**Exercise goal:** Return each line of the listing that follows in which the string "DeviceRow" can be found.

**Excerpted records:**

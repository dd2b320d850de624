package server

import (
	"cmp"
	"fmt"
	"maps"
	"net/http"
	"slices"
	"strings"
	"time"

	"github.com/labstack/echo/v4"

	"tripwell/forms"
	"tripwell/store"
)

// entryPage is one entry: each reading with its limit, what was corrected, and where it stands in the book.
type entryPage struct {
	Frame
	Crumbs              []link
	Heading, Tag, Under string
	Verdict             mark
	First               *mark // what it came to as first entered, where a correction changed that
	Notices             []notice
	Readings            []readingShown
	Note                string
	Photos              []photoShown
	Corrections         []correctionShown
	Judgements          []judgementShown
	Facts               []fact
	Record              string
	Actions             []link
}

// notice is something to know before the readings are read.
type notice struct{ Shape, Text, Href string }

// readingShown is a reading with what each limit says of it.
type readingShown struct {
	Name, Value, Typed string
	Was                string // as first entered, where a correction changed it
	WasVerdict         *mark
	Findings           []findingShown
}

type findingShown struct {
	Verdict             mark
	Limit, Text, Source string
	Scale               *scaleDrawing
	Curve               *curveDrawing
}

// judgementShown is a result the entry has had, and by which revision.
type judgementShown struct {
	When, Under, By, Reason string
	Verdict                 mark
}

// correctionShown is a correction with the readings it changed.
type correctionShown struct {
	Head, Reason, Record string
	Verdict              *mark // of the entry as it stood after this correction
	Changes              []change
}

type change struct{ Name, Was, Became string }

func (s *Server) entryShow(c echo.Context) error {
	view := entryPage{Frame: s.frame(c, s.words.Say("office.entry.title"), "sites")}
	err := s.store.View(scope(c), func(v *store.View) error {
		e, err := v.Entry(c.Param("entry"))
		if err != nil {
			return err
		}
		return s.buildEntry(v, e, &view)
	})
	if err != nil {
		return err
	}
	return s.page(c, http.StatusOK, "entry.html", view)
}

func (s *Server) buildEntry(v *store.View, e store.Entry, view *entryPage) error {
	site, err := v.Site(e.Site)
	if err != nil {
		return err
	}
	device, known, err := deviceOf(v, e)
	if err != nil {
		return err
	}
	before, err := earlierFigures(v, e)
	if err != nil {
		return err
	}
	k := s.ink()
	view.Heading = k.say("office.entry.heading", "task", k.named("task", e.Task), "day", k.day(e.Day))
	view.Title = view.Heading
	view.Crumbs = []link{{Href: siteHref(site), Text: site.Name}}
	if known {
		view.Crumbs = append(view.Crumbs, link{Href: "/devices/" + device.ID, Text: s.spot(device.DeviceRow)})
		view.Title += ", " + s.spot(device.DeviceRow)
		view.Tag, view.Under = k.tag(device.Tag), joined(s.kindAndRating(device.DeviceRow), circuit(device.DeviceRow))
	}
	view.Verdict = k.verdict(e.Verdict.Result)
	if e.Sealed != nil {
		view.Verdict = mark{"none", k.say("office.seal.short")}
	}
	view.Notices = s.notices(v, e, site.Location())
	if known {
		if err := s.defectNotices(v, e, view); err != nil {
			return err
		}
	}
	spans, err := formSpans(v, e.Form)
	if err != nil {
		return err
	}
	view.Readings = s.readings(e, spans, before)
	if err := s.correctedFrom(v, e, view); err != nil {
		return err
	}
	view.Note = e.Note
	view.Photos = s.photosShown(v, e)
	if view.Corrections, err = s.corrections(v, e, site.Location()); err != nil {
		return err
	}
	if view.Judgements, err = s.judgements(v, e, site.Location()); err != nil {
		return err
	}
	view.Record = "/records/" + e.ID
	if view.Facts, err = s.entryFacts(v, e, site); err != nil {
		return err
	}
	if view.Change && e.Withdrawn == nil && e.Sealed == nil && len(e.Body.Readings) > 0 {
		view.Actions = []link{{Href: "/entries/" + e.ID + "/correct", Text: k.say("office.entry.correct")}}
	}
	if view.Change && e.Sealed == nil {
		view.Actions = append(view.Actions, link{Href: "/records/" + e.ID + "/seal", Text: k.say("office.seal.link")})
	}
	return nil
}

// deviceOf finds the device of an entry; an entry may come before its device.
func deviceOf(v *store.View, e store.Entry) (d store.Device, known bool, err error) {
	d, err = v.Device(e.Device, e.Day)
	if isRefusal(err) {
		return d, false, nil
	}
	return d, err == nil, err
}

// earlierFigures are the figures of the newest test of the same task before an entry, for the dashed mark.
func earlierFigures(v *store.View, e store.Entry) (map[string]float64, error) {
	all, err := v.Entries(e.Device)
	out := map[string]float64{}
	for _, other := range all {
		if other.Task != e.Task || other.ID == e.ID || other.Day >= e.Day || other.Withdrawn != nil {
			continue
		}
		for code, r := range other.Body.Readings {
			if f, ok := r.Value.(float64); ok {
				out[code] = f
			}
		}
		if len(out) > 0 {
			break
		}
	}
	return out, err
}

func (s *Server) notices(v *store.View, e store.Entry, zone *time.Location) []notice {
	k := s.ink()
	var out []notice
	if e.Sealed != nil {
		out = append(out, notice{Shape: "watch", Text: s.sealedText(v, e.Sealed, zone)})
	}
	if w := e.Withdrawn; w != nil {
		out = append(out, notice{Shape: "fail", Text: k.say("office.entry.withdrawn", "by", s.personName(v, w.By), "day", k.at(w.At, zone), "reason", w.Reason)})
	}
	if e.Imported {
		out = append(out, notice{Shape: "none", Text: k.say("office.entry.imported")})
	}
	if len(e.Corrections) > 0 && e.Sealed == nil {
		out = append(out, notice{Shape: "watch", Text: k.say("office.entry.corrected")})
	}
	for _, f := range e.Flags {
		text := k.say("flag."+f.Code, "detail", s.flagDetail(f))
		if !k.words.Has("flag." + f.Code) {
			text = joined(f.Code, f.Detail)
		}
		out = append(out, notice{Shape: "watch", Text: text})
	}
	return out
}

// flagDetail writes what a flag is about the way people read it.
func (s *Server) flagDetail(f store.Flag) string {
	k := s.ink()
	switch f.Code {
	case "clock":
		if off, err := time.ParseDuration(f.Detail); err == nil {
			return k.duration(off)
		}
	case "differs-shown":
		return lowerFirst(k.named("verdict", f.Detail))
	case "calibration-expired", "access-ended", "instrument-out":
		if day, err := forms.ParseDay(f.Detail); err == nil {
			return k.day(day)
		}
	case "differs-register":
		field, values, _ := strings.Cut(f.Detail, ": ")
		said, register, _ := strings.Cut(values, " / ")
		return lowerFirst(s.fieldName(field)) + ": " + s.fieldAnswer(field, said) + " / " + s.fieldAnswer(field, register)
	}
	return f.Detail
}

// readings shows every reading: those with findings in the findings' order, which is the form's, then the others.
func (s *Server) readings(e store.Entry, spans map[string][]scaleSpan, before map[string]float64) []readingShown {
	var out []readingShown
	place := map[string]int{}
	for _, f := range e.Verdict.Findings {
		if f.Reading == "" {
			continue
		}
		r := findingReading(e.Body, f)
		key := f.Reading + fmt.Sprint(f.At)
		at, ok := place[key]
		if !ok {
			at, place[key] = len(out), len(out)
			out = append(out, s.oneReading(e.OwnNames, f.Reading, r, f.At))
		}
		out[at].Findings = append(out[at].Findings, s.finding(f, r, e, spans, before))
	}
	for _, code := range readingOrder(e.Body.Readings) {
		if _, shown := place[code+fmt.Sprint(map[string]any(nil))]; !shown {
			out = append(out, s.oneReading(e.OwnNames, code, e.Body.Readings[code], nil))
		}
	}
	for _, one := range e.Body.Series {
		for _, code := range readingOrder(one.Readings) {
			if _, shown := place[code+fmt.Sprint(one.At)]; !shown {
				out = append(out, s.oneReading(e.OwnNames, code, one.Readings[code], one.At))
			}
		}
	}
	return out
}

func (s *Server) oneReading(own map[string]string, code string, r forms.Reading, at map[string]any) readingShown {
	k := s.ink()
	return readingShown{Name: s.readingName(own, code, at), Value: k.value(code, r), Typed: k.typed(code, r)}
}

func (s *Server) finding(f forms.Finding, r forms.Reading, e store.Entry, spans map[string][]scaleSpan, before map[string]float64) findingShown {
	k := s.ink()
	shown := findingShown{Verdict: k.verdict(f.Verdict), Limit: k.limit(f.Reading, f.Limit, f.Level), Source: f.Source}
	if f.Text != "" && f.Verdict != forms.Pass { // a limit of an organisation's own carries its sentence, no key
		shown.Text = k.say(f.Text)
	}
	if current, ok := e.Body.Readings["test_current_ma"]; ok && f.Reading == "trip_time_ms" && shown.Limit != "" && len(f.At) == 0 {
		shown.Limit += " " + k.say("office.entry.at_current", "current", k.value("test_current_ma", current))
	}
	if multiple, ok := f.At["multiple"].(float64); ok && multiple < 1 && f.Reading == "trip_time_ms" && shown.Limit == "" {
		shown.Limit = k.say("office.limits.no_trip")
	}
	var earlier *float64
	if b, ok := before[f.Reading]; ok && len(f.At) == 0 {
		earlier = &b
	}
	shown.Scale = k.scale(f.Reading, r, f, spans[f.Reading], earlier)
	shown.Curve = s.curveOf(f, r, e)
	return shown
}

// curveOf draws the inverse-time curve with an entry's point, where a trip time was held against it.
func (s *Server) curveOf(f forms.Finding, r forms.Reading, e store.Entry) *curveDrawing {
	if f.Reading != "trip_time_ms" || f.Limit == nil || f.Limit.Max == nil || len(f.At) > 0 {
		return nil
	}
	current, ok := e.Body.Readings["test_current_ma"].Value.(float64)
	if !ok || current < 4 {
		return nil
	}
	if _, ok := forms.ClassATripMS(current); !ok || e.Body.Given.RatedResidualMA != 0 {
		return nil
	}
	ms, ok := r.Value.(float64)
	if !ok && r.Above != nil {
		ms, ok = *r.Above, true
	}
	if !ok || ms <= 0 {
		return nil
	}
	return s.ink().classACurve(&[2]float64{current, ms}, shapeOf(f.Verdict))
}

// judgements lists every result an entry has had, where there was more than one: what the tester was shown, what it was
// judged when it came, and after each revision of the rules since.
func (s *Server) judgements(v *store.View, e store.Entry, zone *time.Location) ([]judgementShown, error) {
	k := s.ink()
	list, err := v.Judgements(e)
	if err != nil || len(list) < 2 || e.Sealed != nil {
		return nil, err
	}
	var out []judgementShown
	if e.Shown != nil && e.Shown.Result != "" {
		out = append(out, judgementShown{When: k.say("config.when_shown", "day", k.at(e.At, zone)), Under: k.say("config.shown_under", "rev", e.Shown.LimitRev), Verdict: k.verdict(e.Shown.Result)})
	}
	for _, j := range list {
		one := judgementShown{When: k.say("config.when_received", "day", k.at(e.Received, zone)), Verdict: k.verdict(j.Result)}
		if j.LimitSet != "" {
			one.Under = k.say("office.entry.limits_rev", "name", k.named("limit_set", j.LimitSet), "rev", j.LimitRev)
		}
		if r := j.Revision; r != nil {
			one.When = k.say("config.when_revised", "day", k.at(r.At, zone), "from", k.day(r.InForce))
			one.By, one.Reason = s.personName(v, r.By), r.Reason
		}
		out = append(out, one)
	}
	return out, nil
}

// findingReading is the reading a finding is about.
func findingReading(body forms.Entry, f forms.Finding) forms.Reading {
	for _, one := range body.Series {
		if len(f.At) > 0 && sameConditions(one.At, f.At) {
			if r, ok := one.Readings[f.Reading]; ok {
				return r
			}
		}
	}
	if r, ok := body.Readings[f.Reading]; ok {
		return r
	}
	return forms.Reading{}
}

func sameConditions(a, b map[string]any) bool {
	return maps.EqualFunc(a, b, func(x, y any) bool { return fmt.Sprint(x) == fmt.Sprint(y) })
}

// conditions writes what a series reading was taken under: at 5 × rated current, 180°.
func (s *Server) conditions(at map[string]any) string {
	k := s.ink()
	var parts []string
	for _, name := range []string{"multiple", "phase_deg", "waveform", "face"} {
		v, ok := at[name]
		if !ok {
			continue
		}
		text := fmt.Sprint(v)
		switch name {
		case "multiple":
			text = k.say("office.entry.multiple", "n", text)
		case "phase_deg":
			text = k.say("office.entry.phase", "n", text)
		default:
			text = lowerFirst(k.answer(name, text))
		}
		parts = append(parts, text)
	}
	for _, name := range sortedKeys(at) {
		if !slices.Contains([]string{"multiple", "phase_deg", "waveform", "face"}, name) {
			parts = append(parts, fmt.Sprint(at[name]))
		}
	}
	return k.say("office.entry.at", "conditions", strings.Join(parts, ", "))
}

func (s *Server) entryFacts(v *store.View, e store.Entry, site store.Site) ([]fact, error) {
	k, zone := s.ink(), site.Location()
	names, err := instrumentNames(v)
	if err != nil {
		return nil, err
	}
	var out []fact
	add := func(key, value string) {
		if value != "" && value != dash {
			out = append(out, fact{Name: k.say("office.entry." + key), Value: value})
		}
	}
	switch {
	case e.Imported:
		add("brought_by", s.personName(v, e.By))
	case e.Source != "" && e.Source != "phone":
		add("entered_by", s.personName(v, e.By))
	default:
		add("by", s.personName(v, e.By))
	}
	add("read_by", s.personOr(v, e.ReadBy))
	add("typed_by", s.personOr(v, e.TypedBy))
	add("at_time", k.at(e.At, zone))
	add("received", k.at(e.Received, zone))
	add("test_day", k.day(e.Day))
	add("source", k.named("office.entry.source_name", e.Source))
	if given := e.Body.Given; given.Instrument != "" {
		text := cmp.Or(names[given.Instrument], given.Instrument)
		if given.CalibrationDue != nil && *given.CalibrationDue != forms.NoDay {
			text += ", " + k.say("office.entry.calibration", "day", k.day(*given.CalibrationDue))
		}
		add("instrument", text)
	}
	if e.LimitSet != "" {
		add("limits", k.say("office.entry.limits_rev", "name", k.named("limit_set", e.LimitSet), "rev", e.LimitRev))
	}
	if e.Shown != nil && e.Shown.Result != "" {
		add("shown", k.named("verdict", e.Shown.Result))
	}
	add("log", k.say("office.entry.log_at", "log", site.Name, "pos", count(int(e.Pos))))
	out = append(out, fact{Name: k.say("office.entry.record"), Value: e.ID, Mono: true}, fact{Name: k.say("office.entry.from"), Value: e.From, Mono: true})
	return out, nil
}

func (s *Server) personOr(v *store.View, id string) string {
	if id == "" {
		return ""
	}
	return s.personName(v, id)
}

// formSpans are the scales an entry's form draws its readings on: one reading may have several, by the device's nominal
// voltage. A form nobody holds has none.
func formSpans(v *store.View, id string) (map[string][]scaleSpan, error) {
	all, err := v.Forms()
	if err != nil {
		return nil, err
	}
	spans := map[string][]scaleSpan{}
	for _, f := range all {
		if f.ID == id {
			addSpans(spans, f)
		}
	}
	return spans, nil
}

// addSpans adds the scales of a form's questions.
func addSpans(spans map[string][]scaleSpan, f *forms.Form) {
	for _, step := range f.Steps {
		for _, ask := range step.Asks {
			if ask.Scale != nil {
				spans[ask.Reading] = append(spans[ask.Reading], scaleSpan{log: ask.Scale.Shape == "log", from: ask.Scale.From, to: ask.Scale.To})
			}
		}
	}
}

**Expected output:**
		view.Crumbs = append(view.Crumbs, link{Href: "/devices/" + device.ID, Text: s.spot(device.DeviceRow)})
		view.Title += ", " + s.spot(device.DeviceRow)
		view.Tag, view.Under = k.tag(device.Tag), joined(s.kindAndRating(device.DeviceRow), circuit(device.DeviceRow))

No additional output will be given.